## TASK DATA
○ ○ ○ ○ ○ ○ ○

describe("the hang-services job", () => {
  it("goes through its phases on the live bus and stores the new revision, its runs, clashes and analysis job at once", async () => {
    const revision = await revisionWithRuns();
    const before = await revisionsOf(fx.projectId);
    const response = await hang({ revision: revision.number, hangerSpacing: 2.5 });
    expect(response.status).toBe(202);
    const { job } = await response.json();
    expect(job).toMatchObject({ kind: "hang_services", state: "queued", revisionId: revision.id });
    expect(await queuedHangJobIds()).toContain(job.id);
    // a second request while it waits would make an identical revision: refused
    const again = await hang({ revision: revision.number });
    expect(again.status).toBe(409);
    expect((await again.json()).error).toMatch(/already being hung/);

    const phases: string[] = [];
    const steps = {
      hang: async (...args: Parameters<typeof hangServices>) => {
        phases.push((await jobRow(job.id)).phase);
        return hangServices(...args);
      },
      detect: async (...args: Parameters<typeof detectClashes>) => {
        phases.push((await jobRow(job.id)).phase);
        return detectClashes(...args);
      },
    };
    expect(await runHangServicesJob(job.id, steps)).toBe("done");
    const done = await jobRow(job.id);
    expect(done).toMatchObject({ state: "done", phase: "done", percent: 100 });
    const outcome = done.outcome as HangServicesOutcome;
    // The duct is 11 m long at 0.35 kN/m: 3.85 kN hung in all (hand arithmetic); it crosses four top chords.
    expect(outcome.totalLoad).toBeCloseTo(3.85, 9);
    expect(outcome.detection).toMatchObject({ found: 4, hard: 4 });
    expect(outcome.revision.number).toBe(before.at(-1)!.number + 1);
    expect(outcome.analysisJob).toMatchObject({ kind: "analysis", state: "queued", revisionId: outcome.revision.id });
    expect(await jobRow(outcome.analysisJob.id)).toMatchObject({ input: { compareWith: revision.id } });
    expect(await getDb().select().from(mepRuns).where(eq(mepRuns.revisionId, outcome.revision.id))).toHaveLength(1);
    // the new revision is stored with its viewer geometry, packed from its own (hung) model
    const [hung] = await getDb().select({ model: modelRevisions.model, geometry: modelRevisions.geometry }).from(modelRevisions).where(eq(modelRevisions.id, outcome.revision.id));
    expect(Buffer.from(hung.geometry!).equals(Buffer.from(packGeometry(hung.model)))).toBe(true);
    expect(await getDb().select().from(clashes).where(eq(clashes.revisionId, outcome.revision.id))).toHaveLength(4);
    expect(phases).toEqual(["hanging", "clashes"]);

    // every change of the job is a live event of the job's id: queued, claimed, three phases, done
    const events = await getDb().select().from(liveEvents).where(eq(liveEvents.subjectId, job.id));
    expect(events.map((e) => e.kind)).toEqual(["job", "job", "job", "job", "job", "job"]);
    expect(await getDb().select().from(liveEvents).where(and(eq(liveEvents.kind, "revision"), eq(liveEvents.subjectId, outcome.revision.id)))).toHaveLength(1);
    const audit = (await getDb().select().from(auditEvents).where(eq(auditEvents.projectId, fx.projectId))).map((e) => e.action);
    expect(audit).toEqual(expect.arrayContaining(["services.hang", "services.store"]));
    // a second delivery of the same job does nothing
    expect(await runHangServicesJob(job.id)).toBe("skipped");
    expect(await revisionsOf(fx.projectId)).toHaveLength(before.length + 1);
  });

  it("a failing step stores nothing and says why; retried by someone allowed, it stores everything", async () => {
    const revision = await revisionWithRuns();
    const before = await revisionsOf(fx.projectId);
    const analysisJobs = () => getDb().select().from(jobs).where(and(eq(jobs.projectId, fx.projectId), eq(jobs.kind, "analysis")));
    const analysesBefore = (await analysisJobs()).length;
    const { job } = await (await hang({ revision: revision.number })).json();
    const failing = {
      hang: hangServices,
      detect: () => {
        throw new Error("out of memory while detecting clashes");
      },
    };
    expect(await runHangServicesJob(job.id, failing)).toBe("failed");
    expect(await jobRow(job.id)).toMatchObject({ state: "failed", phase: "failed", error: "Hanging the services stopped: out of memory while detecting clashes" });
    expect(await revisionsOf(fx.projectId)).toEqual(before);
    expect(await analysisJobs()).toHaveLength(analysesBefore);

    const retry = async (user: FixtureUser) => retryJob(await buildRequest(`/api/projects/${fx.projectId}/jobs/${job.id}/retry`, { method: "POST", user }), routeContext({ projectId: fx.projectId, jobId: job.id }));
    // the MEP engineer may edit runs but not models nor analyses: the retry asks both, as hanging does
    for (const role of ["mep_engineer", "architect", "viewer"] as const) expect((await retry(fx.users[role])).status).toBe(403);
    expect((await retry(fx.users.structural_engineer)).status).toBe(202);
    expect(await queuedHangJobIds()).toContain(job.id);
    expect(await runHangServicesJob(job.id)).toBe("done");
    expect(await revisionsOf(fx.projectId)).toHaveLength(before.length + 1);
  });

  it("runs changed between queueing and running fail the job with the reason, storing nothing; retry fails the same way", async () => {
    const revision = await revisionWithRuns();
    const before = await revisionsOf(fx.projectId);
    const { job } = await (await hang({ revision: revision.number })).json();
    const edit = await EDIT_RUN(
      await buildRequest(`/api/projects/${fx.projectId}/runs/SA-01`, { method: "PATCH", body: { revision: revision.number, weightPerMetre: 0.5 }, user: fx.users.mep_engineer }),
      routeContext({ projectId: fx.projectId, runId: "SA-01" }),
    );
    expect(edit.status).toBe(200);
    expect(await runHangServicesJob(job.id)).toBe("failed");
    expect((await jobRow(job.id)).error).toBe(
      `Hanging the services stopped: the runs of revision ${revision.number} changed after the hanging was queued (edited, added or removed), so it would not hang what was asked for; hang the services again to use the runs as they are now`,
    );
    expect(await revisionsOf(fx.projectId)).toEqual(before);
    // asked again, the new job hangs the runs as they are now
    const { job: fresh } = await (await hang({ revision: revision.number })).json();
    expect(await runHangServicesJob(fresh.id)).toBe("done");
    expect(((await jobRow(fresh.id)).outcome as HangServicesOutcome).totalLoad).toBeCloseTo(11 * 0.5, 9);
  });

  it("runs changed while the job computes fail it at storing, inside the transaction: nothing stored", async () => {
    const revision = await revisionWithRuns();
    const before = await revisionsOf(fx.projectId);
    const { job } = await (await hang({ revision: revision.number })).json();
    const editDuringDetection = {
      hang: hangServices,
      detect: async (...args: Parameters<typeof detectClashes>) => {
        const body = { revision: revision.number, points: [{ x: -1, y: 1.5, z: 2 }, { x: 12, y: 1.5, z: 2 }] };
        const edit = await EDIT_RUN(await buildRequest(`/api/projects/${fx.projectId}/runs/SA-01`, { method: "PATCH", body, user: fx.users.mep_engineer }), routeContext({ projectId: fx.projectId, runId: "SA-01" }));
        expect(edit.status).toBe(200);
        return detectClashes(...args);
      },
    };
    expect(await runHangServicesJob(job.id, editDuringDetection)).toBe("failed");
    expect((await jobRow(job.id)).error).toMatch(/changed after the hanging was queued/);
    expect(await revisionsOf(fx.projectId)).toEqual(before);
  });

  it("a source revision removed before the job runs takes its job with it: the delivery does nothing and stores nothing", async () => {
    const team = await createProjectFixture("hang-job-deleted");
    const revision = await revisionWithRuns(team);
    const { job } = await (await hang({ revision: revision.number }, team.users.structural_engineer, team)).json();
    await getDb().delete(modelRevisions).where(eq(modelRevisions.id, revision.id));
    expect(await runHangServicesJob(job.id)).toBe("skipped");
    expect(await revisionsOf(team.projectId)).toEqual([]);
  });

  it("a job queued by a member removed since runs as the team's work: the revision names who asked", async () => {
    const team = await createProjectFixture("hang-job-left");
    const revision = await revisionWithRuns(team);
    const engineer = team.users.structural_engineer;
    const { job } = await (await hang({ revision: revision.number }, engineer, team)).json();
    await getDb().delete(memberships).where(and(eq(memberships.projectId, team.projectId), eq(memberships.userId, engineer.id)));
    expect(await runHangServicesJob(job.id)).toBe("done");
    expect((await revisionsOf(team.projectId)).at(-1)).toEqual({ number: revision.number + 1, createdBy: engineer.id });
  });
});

○ ○ ○ ○ ○ ○ ○

## EXERCISE
Give the number of lines in the entries that include the string "modelRevisions", and nothing else.

## THE COMPLETED TASK
2